Project 1: Exploring the NYC municipal churn
Overview
This project is meant for you to explore the NYC Citywide Payroll Data published on NYC OpenData. The dataset contains the payroll information for all municipal workers in recent years.
A starting question to prompt you to explore the data, which may not be your final question, is how well can we predict if someone will stop working for an agency after 1 or 2 years? Turnover in workers is very costly because training is costly and it can lead to low morale on the team.
You can work on a different dataset or work on a different problem but please clear it with the instructor before doing so.
You should write this report treating Freshmen students as your target audience.
You MUST have a partner for project 1. There is a 15% penalty (on the project grade) for those who submit a project by themselves.
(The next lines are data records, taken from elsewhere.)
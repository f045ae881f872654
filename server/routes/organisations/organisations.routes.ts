import { validateBody, validateParams, validateQuery } from '../../middleware/validate';
import type { RouteDefinition } from '../route-definition';
import {
  deleteContactHandler,
  getOrganisation,
  getOrganisations,
  patchOrganisation,
  postContact,
  postOrganisation,
  putContact,
} from './organisations.handlers';
import { contactIdParams, listOrganisationsQuery, organisationIdParams, saveContactBody, saveOrganisationBody } from './organisations.schemas';

export const organisationRoutes: RouteDefinition[] = [
  {
    method: 'get',
    path: '/api/organisations',
    roles: ['technician', 'reviewer', 'admin'],
    summary: 'Organisations by name; ?kind=client|lab filters; ?include=counts adds contact, people and work-order counts.',
    handlers: (deps) => [validateQuery(listOrganisationsQuery), getOrganisations(deps)],
  },
  {
    method: 'post',
    path: '/api/organisations',
    roles: ['admin'],
    summary: 'Creates a client organisation (name; postal address, e-mail and phone optional).',
    handlers: (deps) => [validateBody(saveOrganisationBody), postOrganisation(deps)],
  },
  {
    method: 'get',
    path: '/api/organisations/:organisationId',
    roles: ['admin'],
    summary: 'One organisation with counts, contacts and the people who belong to it.',
    handlers: (deps) => [validateParams(organisationIdParams), getOrganisation(deps)],
  },
  {
    method: 'patch',
    path: '/api/organisations/:organisationId',
    roles: ['admin'],
    summary: 'Renames an organisation and changes its postal address, e-mail and phone (fields left out stay as they are).',
    handlers: (deps) => [validateParams(organisationIdParams), validateBody(saveOrganisationBody), patchOrganisation(deps)],
  },
  {
    method: 'post',
    path: '/api/organisations/:organisationId/contacts',
    roles: ['admin'],
    summary: 'Adds a contact (name, e-mail, position, phone, receives certificates).',
    handlers: (deps) => [validateParams(organisationIdParams), validateBody(saveContactBody), postContact(deps)],
  },
  {
    method: 'put',
    path: '/api/organisations/:organisationId/contacts/:contactId',
    roles: ['admin'],
    summary: 'Replaces a contact’s details.',
    handlers: (deps) => [validateParams(contactIdParams), validateBody(saveContactBody), putContact(deps)],
  },
  {
    method: 'delete',
    path: '/api/organisations/:organisationId/contacts/:contactId',
    roles: ['admin'],
    summary: 'Removes a contact.',
    handlers: (deps) => [validateParams(contactIdParams), deleteContactHandler(deps)],
  },
];
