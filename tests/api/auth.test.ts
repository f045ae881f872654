import { and, desc, eq } from 'drizzle-orm';
import request from 'supertest';
import { afterAll, beforeAll, describe, expect, it } from 'vitest';
import { auditEvents } from '../../server/db/schema';
import { CSRF_HEADER_NAME } from '../../server/middleware/csrf';
import { SESSION_COOKIE_NAME } from '../../server/middleware/session';
import { cookieFromResponse, signInAs, startBrowserSession } from '../helpers/browser-session';
import { createTestOrganisation, createTestPerson, setPersonActive, uniqueSuffix } from '../helpers/people';
import { createTestApp, type TestApp } from '../helpers/test-app';

const FAILED = 'That e-mail and password do not match an active account.';

let testApp: TestApp;

beforeAll(() => {
  testApp = createTestApp();
});

afterAll(async () => {
  await testApp?.close();
});

async function lastAuditEvent(action: string, subjectId?: string) {
  const [event] = await testApp.deps.db
    .select()
    .from(auditEvents)
    .where(subjectId ? and(eq(auditEvents.action, action), eq(auditEvents.subjectId, subjectId)) : eq(auditEvents.action, action))
    .orderBy(desc(auditEvents.id))
    .limit(1);
  return event;
}

describe('POST /api/auth/sign-in', () => {
  it('signs in with the right password and returns the user with roles and organisation', async () => {
    const organisation = await createTestOrganisation(testApp.deps, { kind: 'client' });
    const person = await createTestPerson(testApp.deps, { roles: ['client'], organisationId: organisation.id });
    const browser = await startBrowserSession(testApp.app);

    const response = await browser.agent
      .post('/api/auth/sign-in')
      .set(CSRF_HEADER_NAME, browser.csrfToken)
      .send({ email: person.email, password: person.password });

    expect(response.status).toBe(200);
    expect(response.body).toEqual({
      user: {
        id: person.id,
        email: person.email,
        name: person.name,
        roles: ['client'],
        organisation: { id: organisation.id, name: organisation.name, kind: 'client' },
      },
    });
    const cookie = (response.headers['set-cookie'] as unknown as string[]).find((c) => c.startsWith(`${SESSION_COOKIE_NAME}=`));
    expect(cookie).toMatch(/HttpOnly/i);
    expect(cookie).toMatch(/SameSite=Lax/i);
    const event = await lastAuditEvent('auth.sign-in', person.id);
    expect(event?.actorId).toBe(person.id);
  });

  it('accepts the e-mail address in any letter case and with surrounding spaces', async () => {
    const person = await createTestPerson(testApp.deps, { roles: ['technician'] });
    const browser = await startBrowserSession(testApp.app);
    const response = await browser.agent
      .post('/api/auth/sign-in')
      .set(CSRF_HEADER_NAME, browser.csrfToken)
      .send({ email: `  ${person.email.toUpperCase()} `, password: person.password });
    expect(response.status).toBe(200);
    expect(response.body.user.id).toBe(person.id);
  });

  it('refuses a wrong password and an unknown address with the same status and message', async () => {
    const person = await createTestPerson(testApp.deps, { roles: ['technician'] });
    const browser = await startBrowserSession(testApp.app);

    const wrongPassword = await browser.agent
      .post('/api/auth/sign-in')
      .set(CSRF_HEADER_NAME, browser.csrfToken)
      .send({ email: person.email, password: `${person.password}-not` });
    const unknownAddress = await browser.agent
      .post('/api/auth/sign-in')
      .set(CSRF_HEADER_NAME, browser.csrfToken)
      .send({ email: `nobody-${uniqueSuffix()}@test.example`, password: person.password });

    expect(wrongPassword.status).toBe(401);
    expect(unknownAddress.status).toBe(401);
    expect(wrongPassword.body).toEqual({ error: { message: FAILED } });
    expect(unknownAddress.body).toEqual(wrongPassword.body);
    expect(cookieFromResponse(wrongPassword, SESSION_COOKIE_NAME)).toBeUndefined();

    const event = await lastAuditEvent('auth.sign-in-failed', person.id);
    expect(event?.actorId).toBeNull();
    expect(event?.details).toMatchObject({ email: person.email, reason: 'wrong-password' });
  });

  it('refuses an inactive person even with the right password', async () => {
    const person = await createTestPerson(testApp.deps, { roles: ['reviewer'], active: false });
    const browser = await startBrowserSession(testApp.app);
    const response = await browser.agent
      .post('/api/auth/sign-in')
      .set(CSRF_HEADER_NAME, browser.csrfToken)
      .send({ email: person.email, password: person.password });
    expect(response.status).toBe(401);
    expect(response.body).toEqual({ error: { message: FAILED } });
  });

  it('answers a missing e-mail and a malformed e-mail with 400 and a sentence per field', async () => {
    const browser = await startBrowserSession(testApp.app);

    const missing = await browser.agent.post('/api/auth/sign-in').set(CSRF_HEADER_NAME, browser.csrfToken).send({ password: 'x' });
    expect(missing.status).toBe(400);
    expect(missing.body).toEqual({
      error: { message: 'Some fields need attention: email.', fields: { email: 'E-mail is required.' } },
    });

    const malformed = await browser.agent
      .post('/api/auth/sign-in')
      .set(CSRF_HEADER_NAME, browser.csrfToken)
      .send({ email: 'not-an-address', password: '' });
    expect(malformed.status).toBe(400);
    expect(malformed.body.error.fields).toEqual({
      email: 'E-mail must be a valid address, like name@lab.example.',
      password: 'Password is required.',
    });
  });

  it('gives a new session id at sign-in and the old id stops working', async () => {
    const person = await createTestPerson(testApp.deps, { roles: ['technician'] });
    const first = await signInAs(testApp.app, person);
    const firstCookie = first.sessionCookie;

    const again = await first.agent
      .post('/api/auth/sign-in')
      .set(CSRF_HEADER_NAME, first.csrfToken)
      .send({ email: person.email, password: person.password });
    expect(again.status).toBe(200);
    const secondCookie = cookieFromResponse(again, SESSION_COOKIE_NAME);
    expect(secondCookie).toBeDefined();
    expect(secondCookie).not.toBe(firstCookie);

    const withOldCookie = await request(testApp.app).get('/api/auth/me').set('Cookie', `${SESSION_COOKIE_NAME}=${encodeURIComponent(firstCookie)}`);
    expect(withOldCookie.status).toBe(401);
    const withNewCookie = await request(testApp.app).get('/api/auth/me').set('Cookie', `${SESSION_COOKIE_NAME}=${encodeURIComponent(secondCookie!)}`);
    expect(withNewCookie.status).toBe(200);
  });
});

describe('session', () => {
  it('keeps a person signed in across requests until sign-out', async () => {
    const person = await createTestPerson(testApp.deps, { roles: ['reviewer', 'technician'] });
    const session = await signInAs(testApp.app, person);

    for (let i = 0; i < 3; i += 1) {
      const me = await session.agent.get('/api/auth/me');
      expect(me.status).toBe(200);
      expect(me.body.user).toMatchObject({ id: person.id, roles: ['technician', 'reviewer'], organisation: null });
    }

    const signOut = await session.agent.post('/api/auth/sign-out').set(CSRF_HEADER_NAME, session.csrfToken);
    expect(signOut.status).toBe(204);
    expect((await session.agent.get('/api/auth/me')).status).toBe(401);
    expect((await lastAuditEvent('auth.sign-out', person.id))?.actorId).toBe(person.id);
  });

  it('ends an open session once the person is made inactive', async () => {
    const person = await createTestPerson(testApp.deps, { roles: ['admin'] });
    const session = await signInAs(testApp.app, person);
    expect((await session.agent.get('/api/auth/me')).status).toBe(200);

    await setPersonActive(testApp.deps, person.id, false);

    const me = await session.agent.get('/api/auth/me');
    expect(me.status).toBe(401);
    expect(me.body).toEqual({ error: { message: 'You need to sign in to do this.' } });
    // Reactivating does not revive the ended session.
    await setPersonActive(testApp.deps, person.id, true);
    expect((await session.agent.get('/api/auth/me')).status).toBe(401);
  });

  it('answers GET /api/auth/me with 401 and a JSON error for an anonymous visitor', async () => {
    const response = await request(testApp.app).get('/api/auth/me');
    expect(response.status).toBe(401);
    expect(response.body).toEqual({ error: { message: 'You need to sign in to do this.' } });
  });
});

describe('sign-in rate limit', () => {
  it('answers 429 with a JSON error after the configured number of failed attempts for one address', async () => {
    const limited = createTestApp({ env: { SIGN_IN_RATE_LIMIT_MAX: '3', SIGN_IN_RATE_LIMIT_WINDOW_MS: '600000' } });
    try {
      const person = await createTestPerson(limited.deps, { roles: ['technician'] });
      const browser = await startBrowserSession(limited.app);
      const attempt = (password: string, email = person.email) =>
        browser.agent.post('/api/auth/sign-in').set(CSRF_HEADER_NAME, browser.csrfToken).send({ email, password });

      for (let i = 0; i < 3; i += 1) expect((await attempt('wrong')).status).toBe(401);
      const blocked = await attempt(person.password);
      expect(blocked.status).toBe(429);
      expect(blocked.body).toEqual({
        error: { message: 'Too many failed sign-in attempts for this address; wait 10 minute(s) and try again.' },
      });

      // The count is per address: another person from the same client still gets in.
      const other = await createTestPerson(limited.deps, { roles: ['reviewer'] });
      expect((await attempt(other.password, other.email)).status).toBe(200);
    } finally {
      await limited.close();
    }
  });
});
While the project is somewhat open-ended, your project must cover the following requirements:
- A description and exploration of the data
- If you decide to work on a subset of data, you should explain how that subset is selected
- Your exploration should give the readers a sense of the complexity and nuance in the dataset
- If you process the data like handling missing values, summarizing data across regions or time periods, filtering out bad data points, recoding titles, etc you should documente these.
- Any assumptions you may make about the fields should be stated.
- Your exploration should cover whether you have collinearity in your data
- You must engineer at least 2 features that do not already exist in the data
- At least one feature should be related to the agency level characteristic, e.g. manager to worker ratio, last year’s growth, female/male ratio, etc
- The other feature(s) have certain restrictions:
- They cannot be a linear combination of the other features, e.g. the sum of column 1 vs column 2
- They cannot be random non-linear transforms without justification, e.g. simply squaring or exponentiating another column
- The features can be sourced from another dataset.
- This should be reasonable, please explain your reasoning for creating this feature.
- Please discuss whether your features were useful for your question
- Some visualizations of the data
- One visualization must summarize at least one of the key features of the data sources
- One visualization must summarize or highlight the interaction between features in your data
- Use at least one algorithm to predict the churn
- A description of what algorithm, features, and/or data filtering was used
- You should compare the algorithm’s prediction to the “base rate” of natural turnover
- You must do some sort of validation for this prediction
- Use at least one algorithm to explore any patterns (or lack of patterns) in the data that may not be obvious
- This can be the same algorithm as your prediction
- A short reason why the pattern was not obvious at first, e.g. people who work longer get paid more is considered an obvious fact. Articulating your expectation before exploring the data would often help this requirement.
- A description on how the algorithm helped you identify this pattern (or lack of pattern)
- Please investigate and comment on whether you think the pattern (or lack of pattern) is “by chance” or likely a real phenomenon. This should be supported by further data exploration or external sources of information like a major journal or academic literature.
- A introduction and conclusion for your report so a Freshmen student outside of statistics can understand the overall report and insight you have found.